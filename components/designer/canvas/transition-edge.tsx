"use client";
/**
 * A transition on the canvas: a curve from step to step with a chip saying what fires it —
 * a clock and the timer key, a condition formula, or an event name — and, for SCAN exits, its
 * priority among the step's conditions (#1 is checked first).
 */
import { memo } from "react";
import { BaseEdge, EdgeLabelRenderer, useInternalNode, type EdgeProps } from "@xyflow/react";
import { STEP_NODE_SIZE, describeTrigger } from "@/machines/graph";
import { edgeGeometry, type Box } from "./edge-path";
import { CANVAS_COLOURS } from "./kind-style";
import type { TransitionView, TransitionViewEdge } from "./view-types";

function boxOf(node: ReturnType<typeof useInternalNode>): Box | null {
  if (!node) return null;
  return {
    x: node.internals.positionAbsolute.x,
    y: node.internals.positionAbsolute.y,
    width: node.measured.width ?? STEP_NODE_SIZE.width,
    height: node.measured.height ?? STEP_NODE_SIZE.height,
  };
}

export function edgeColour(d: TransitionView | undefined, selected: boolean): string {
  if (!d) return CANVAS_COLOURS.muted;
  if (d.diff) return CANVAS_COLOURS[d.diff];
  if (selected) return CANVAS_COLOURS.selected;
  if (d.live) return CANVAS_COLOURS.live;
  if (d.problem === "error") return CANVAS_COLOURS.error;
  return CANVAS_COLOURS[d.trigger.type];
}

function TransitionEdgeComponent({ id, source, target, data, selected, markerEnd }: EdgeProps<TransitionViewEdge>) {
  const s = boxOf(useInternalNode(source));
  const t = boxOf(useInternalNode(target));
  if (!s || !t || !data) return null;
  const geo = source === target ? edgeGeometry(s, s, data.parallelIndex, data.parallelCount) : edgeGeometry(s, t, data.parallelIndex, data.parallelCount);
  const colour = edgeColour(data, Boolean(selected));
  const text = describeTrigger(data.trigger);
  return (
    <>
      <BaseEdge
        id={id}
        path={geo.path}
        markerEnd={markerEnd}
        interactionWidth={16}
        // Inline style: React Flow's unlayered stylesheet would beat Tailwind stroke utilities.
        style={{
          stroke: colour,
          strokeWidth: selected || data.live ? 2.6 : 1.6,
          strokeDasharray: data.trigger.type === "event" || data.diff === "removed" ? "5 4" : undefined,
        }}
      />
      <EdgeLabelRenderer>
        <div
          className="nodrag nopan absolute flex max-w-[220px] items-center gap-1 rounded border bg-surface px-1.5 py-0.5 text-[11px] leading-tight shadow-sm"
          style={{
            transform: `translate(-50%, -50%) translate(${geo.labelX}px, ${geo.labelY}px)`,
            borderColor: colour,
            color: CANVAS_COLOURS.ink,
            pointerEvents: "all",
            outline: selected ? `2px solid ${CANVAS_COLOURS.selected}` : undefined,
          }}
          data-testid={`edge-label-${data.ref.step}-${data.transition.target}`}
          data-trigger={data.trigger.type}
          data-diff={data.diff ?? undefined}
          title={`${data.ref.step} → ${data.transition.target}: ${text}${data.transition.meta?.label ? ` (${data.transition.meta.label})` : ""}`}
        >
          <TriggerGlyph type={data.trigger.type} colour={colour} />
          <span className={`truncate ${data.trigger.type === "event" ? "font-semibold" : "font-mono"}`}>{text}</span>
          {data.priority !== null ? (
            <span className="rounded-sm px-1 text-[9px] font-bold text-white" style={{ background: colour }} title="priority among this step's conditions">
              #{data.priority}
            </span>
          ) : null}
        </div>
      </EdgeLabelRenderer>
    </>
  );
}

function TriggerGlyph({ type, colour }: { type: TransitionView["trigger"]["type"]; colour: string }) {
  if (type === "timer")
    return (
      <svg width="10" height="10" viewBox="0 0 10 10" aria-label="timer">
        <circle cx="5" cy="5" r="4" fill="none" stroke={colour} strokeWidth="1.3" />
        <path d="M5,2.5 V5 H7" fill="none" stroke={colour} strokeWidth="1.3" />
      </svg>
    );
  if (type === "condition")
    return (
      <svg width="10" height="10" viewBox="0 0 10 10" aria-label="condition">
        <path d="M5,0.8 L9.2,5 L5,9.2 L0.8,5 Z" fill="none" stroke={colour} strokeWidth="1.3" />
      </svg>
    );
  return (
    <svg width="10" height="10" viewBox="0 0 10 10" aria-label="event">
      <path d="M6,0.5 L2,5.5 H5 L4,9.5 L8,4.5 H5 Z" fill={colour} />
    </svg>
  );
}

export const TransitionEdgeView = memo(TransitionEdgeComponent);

+---+

YOUR ASSIGNMENT: Line count for "conditions": count the lines in the records above that contain this word, and write only the number.

ANSWER SECTION: 2